SSH into the new server as the incremental user.

Copy the database dump from the old server. For example:

rsync -avz incremental@ocp99.open-contracting.org:~/kingfisher_collect.sql .

Load the database dump:

psql -U kingfisher_collect -h localhost -f kingfisher_collect.sql kingfisher_collect

Copy the data directory from the old server. For example:

rsync -avz incremental@ocp99.open-contracting.org:/home/incremental/data/ /home/incremental/data/

Copy the logs directory from the old server. For example:

rsync -avz incremental@ocp99.open-contracting.org:/home/incremental/logs/ /home/incremental/logs/

Remove the public SSH key from the ssh.incremental list in the pillar/kingfisher_main.sls file.
Change cron.absent to cron.present in the salt/kingfisher/collect/incremental.sls file.
Deploy the new server.

Pelican backend¶

The initial migrations for Pelican backend, which create the exchange_rates table, are run by Salt.

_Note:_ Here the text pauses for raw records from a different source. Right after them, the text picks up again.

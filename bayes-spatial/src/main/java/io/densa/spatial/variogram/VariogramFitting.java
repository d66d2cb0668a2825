package io.densa.spatial.variogram;

import io.densa.core.DensaException;
import java.util.ArrayList;
import java.util.Comparator;
import java.util.List;
import java.util.Locale;
import java.util.Objects;
import org.apache.commons.math3.exception.MathArithmeticException;
import org.apache.commons.math3.exception.MathIllegalArgumentException;
import org.apache.commons.math3.exception.MathIllegalStateException;
import org.apache.commons.math3.exception.TooManyEvaluationsException;
import org.apache.commons.math3.optim.InitialGuess;
import org.apache.commons.math3.optim.MaxEval;
import org.apache.commons.math3.optim.PointValuePair;
import org.apache.commons.math3.optim.SimpleBounds;
import org.apache.commons.math3.optim.nonlinear.scalar.GoalType;
import org.apache.commons.math3.optim.nonlinear.scalar.ObjectiveFunction;
import org.apache.commons.math3.optim.nonlinear.scalar.noderiv.BOBYQAOptimizer;
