package io.densa.core.estimate;

import io.densa.core.BayesSpace;
import io.densa.core.ProgressListener;
import io.densa.core.Reference;
import io.densa.core.internal.RoughnessPenalty;
import java.util.Objects;
import org.ejml.data.DMatrixRMaj;
import io.densa.core.estimate.DetectionLimits.CensoredCounts;
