package io.densa.spatial.variogram;

/**
 * Modified Bessel function of the second kind K_ν(x) for real order ν and x &gt; 0 (Commons
 * Math 3 has no modified Bessel functions).
 *
 * <p>General orders use the integral representation K_ν(x) = ∫_0^∞ exp(−x cosh t) cosh(νt) dt
 * (Abramowitz &amp; Stegun (1964), Handbook of Mathematical Functions, 9.6.24 — from memory),
 * evaluated by the trapezoidal rule, which converges geometrically for this analytic, doubly
 * exponentially decaying integrand (Trefethen &amp; Weideman (2014), The exponentially convergent
 * trapezoidal rule, SIAM Review 56(3) — from memory). The step is min(0.1, 0.5/√x) so that
 * the Gaussian-like peak of width 1/√x at large x is resolved. Half-integer orders below 20 use
 * the closed form K_{1/2}(x) = √(π/(2x)) e^{−x} and the upward recurrence
 * K_{ν+1}(x) = K_{ν−1}(x) + (2ν/x) K_ν(x) (A&amp;S 9.6.26, stable upward for K).
 */
final class BesselK {
    private BesselK() {
    }

    /** K_ν(x); x must be positive. */
    static double k(double nu, double x) {
        double v = Math.abs(nu);
        if (!(x > 0)) {
            throw new IllegalArgumentException("Bessel K argument must be > 0, got " + x);
        }
        double frac = v - Math.floor(v);
        if (frac == 0.5 && v < 20) {
            return halfInteger(v, x);
        }
        return integral(v, x);
    }

    static double halfInteger(double v, double x) {
        double km = Math.sqrt(Math.PI / (2 * x)) * Math.exp(-x); // K_{1/2}
        if (v == 0.5) {
            return km;
        }
        double kc = km * (1 + 1 / x); // K_{3/2}
        double order = 1.5;
        while (order < v) {
            double next = km + (2 * order / x) * kc;
            km = kc;
            kc = next;
            order += 1;
        }
        return kc;
    }

    /** The trapezoidal evaluation of the integral representation, for any order. */
    static double integral(double v, double x) {
        double h = Math.min(0.1, 0.5 / Math.sqrt(x));
        double peak = v > 0 ? asinh(v / x) : 0;
        // integrand scaled by e^{x}: exp(−x(cosh t − 1)) cosh(νt)
        double sum = 0.5 * 1.0;
        for (int i = 1; i < 100_000; i++) {
            double t = i * h;
            double e = -x * (Math.cosh(t) - 1) + v * t;
            double term = 0.5 * Math.exp(e) * (1 + Math.exp(-2 * v * t));
            sum += term;
            if (t > peak && term < 1e-18 * sum) {
                break;
            }
        }
        return h * sum * Math.exp(-x);
    }

    private static double asinh(double z) {
        return Math.log(z + Math.sqrt(z * z + 1));
    }
}
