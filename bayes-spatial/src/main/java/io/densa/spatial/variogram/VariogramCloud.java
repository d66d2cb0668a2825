package io.densa.spatial.variogram;

import io.densa.core.internal.RecordArrays;

/**
 * The variogram cloud: for each listed pair (first[p], second[p]) of locations, their distance
 * and half the squared B2 distance ½‖X_i ⊖ X_j‖²_B of their densities. Immutable: arrays are
 * copied on construction and by every accessor; equality is by content.
 *
 * @param first       first location index of each pair
 * @param second      second location index (greater than first)
 * @param distance    spatial distance of each pair
 * @param semivariance ½‖X_i ⊖ X_j‖²_B of each pair
 * @param truncated   true if more pairs lay within the maximum lag than the requested limit
 */
public record VariogramCloud(int[] first, int[] second, double[] distance, double[] semivariance,
        boolean truncated) {

    /** Copies the array components (the caller keeps its arrays). */
    public VariogramCloud {
        first = RecordArrays.copy(first);
        second = RecordArrays.copy(second);
        distance = RecordArrays.copy(distance);
        semivariance = RecordArrays.copy(semivariance);
    }

    /** A copy of the {@code first} component. */
    @Override
    public int[] first() {
        return RecordArrays.copy(first);
    }

    /** A copy of the {@code second} component. */
    @Override
    public int[] second() {
        return RecordArrays.copy(second);
    }

    /** A copy of the {@code distance} component. */
    @Override
    public double[] distance() {
        return RecordArrays.copy(distance);
    }

    /** A copy of the {@code semivariance} component. */
    @Override
    public double[] semivariance() {
        return RecordArrays.copy(semivariance);
    }

    /** Equality by content of every component (arrays element by element). */
    @Override
    public boolean equals(Object o) {
        return RecordArrays.equal(this, o);
    }

    /** Hash of the content of every component. */
    @Override
    public int hashCode() {
        return RecordArrays.hash(this);
    }

    /** The components, arrays printed by content. */
    @Override
    public String toString() {
        return RecordArrays.describe(this);
    }
    /** Number of pairs listed. */
    public int size() {
        return first.length;
    }
}
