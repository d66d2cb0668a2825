package io.densa.core;

import static io.densa.core.FuzzValues.extreme;
import static io.densa.core.FuzzValues.nonNegative;
import static io.densa.core.FuzzValues.vector;

import io.densa.core.estimate.BatchEstimate;
import io.densa.core.estimate.EstimationDiagnostics;
import io.densa.core.estimate.PenalizedLikelihoodEstimator;
import io.densa.core.estimate.SmoothingCriterion;
import io.densa.core.estimate.SmoothingSplineEstimator;
import io.densa.core.estimate.UnitEstimate;
import io.densa.core.estimate.ZeroReplacement;
import io.densa.core.estimate.ZeroTotalPolicy;
import java.util.Arrays;
import java.util.List;
import java.util.Random;
import net.jqwik.api.Arbitraries;
import net.jqwik.api.Arbitrary;
import net.jqwik.api.EdgeCasesMode;
import net.jqwik.api.ForAll;
import net.jqwik.api.Property;
import net.jqwik.api.Provide;
import net.jqwik.api.ShrinkingMode;
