/**
 * Trace-variograms of densities: the empirical variogram, variogram models and their fitting.
 *
 * <h2>Semantics</h2>
 * The trace-semivariogram γ(h) = ½ E‖X(s) ⊖ X(s+h)‖²_B is computed from distances between the
 * coordinate rows of a {@link io.densa.core.DensitySet}
 * ({@link io.densa.spatial.variogram.EmpiricalVariogram#of} with
 * {@link io.densa.spatial.variogram.VariogramOptions}: bins, maximum lag, direction sectors,
 * cloud; sparse bins are merged, so none is empty). {@link io.densa.spatial.variogram.VariogramFitting#fit}
 * with {@link io.densa.spatial.variogram.VariogramFitOptions} gives a
 * {@link io.densa.spatial.variogram.VariogramFit} holding a
 * {@link io.densa.spatial.variogram.VariogramModel} (nested structures; exponential, Gaussian and
 * Matérn ranges are practical ranges: correlation e^{−3} there) and the fit's warnings (a range beyond the
 * largest lag, a parameter on a bound, ...).
 *
 * <h2>Guarantees</h2>
 * Results are immutable records with arrays copied in and out. Parallel binning runs in fixed
 * blocks combined in order, so results are bit-identical to the serial path. Bad input throws
 * {@link java.lang.IllegalArgumentException}; finite input gives finite output (squared B2
 * distances are scaled where they would over- or underflow); no Commons Math exception escapes.
 */
package io.densa.spatial.variogram;
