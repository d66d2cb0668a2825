package io.densa.spatial.variogram;

import io.densa.core.DensitySet;
import io.densa.core.internal.Kernels;
import io.densa.core.internal.ProgressCounter;
import io.densa.spatial.Locations;
import io.densa.spatial.internal.GreatCircle;
import io.densa.spatial.internal.Scaling;
import java.util.Arrays;
import java.util.Objects;
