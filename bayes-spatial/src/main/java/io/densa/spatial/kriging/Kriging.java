package io.densa.spatial.kriging;

import io.densa.core.BayesSpace;
import io.densa.core.DensaException;
import io.densa.core.Density;
import io.densa.core.DensitySet;
import io.densa.core.ProgressListener;
import io.densa.core.internal.Cholesky;
import io.densa.core.internal.Kernels;
import io.densa.core.internal.ProgressCounter;
import io.densa.spatial.Locations;
import io.densa.spatial.NeighbourIndex;
import io.densa.spatial.internal.GreatCircle;
import io.densa.spatial.internal.Scaling;
import io.densa.spatial.variogram.VariogramModel;
import java.util.ArrayList;
import java.util.Arrays;
import java.util.List;
import java.util.Objects;
import java.util.function.Consumer;
import org.locationtech.jts.geom.Coordinate;
import org.locationtech.jts.geom.Envelope;
import org.locationtech.jts.geom.GeometryFactory;
import org.locationtech.jts.geom.Point;
import org.locationtech.jts.geom.Polygon;
import org.locationtech.jts.geom.prep.PreparedGeometry;
import org.locationtech.jts.geom.prep.PreparedGeometryFactory;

Connect to the old server, and dump the exchange_rates table:

sudo -i -u postgres psql -c '\copy exchange_rates (valid_on, rates, created, modified) to stdout' pelican_backend > exchange_rates.csv

Copy the database dump to your local machine. For example:

rsync -avz root@ocp99.open-contracting.org:~/exchange_rates.csv .

Copy the database dump to the new server. For example:

rsync -avz exchange_rates.sql root@ocp99.open-contracting.org:~/

Populate the exchange_rates table:

psql -U pelican_backend -h localhost -c "\copy exchange_rates (valid_on, rates, created, modified) from 'exchange_rates.csv';" pelican_backend

Restore Salt configuration and start jobs¶

Change cron.absent to cron.present in the salt/pelican/backend/init.sls file.
Uncomment the postgres.backup section of the Pillar file.
Deploy the new server.

Create a data support replica server¶

Update postgres.replica_ipv4 (and postgres.replica_ipv6, if applicable) in the pillar/kingfisher_main.sls file.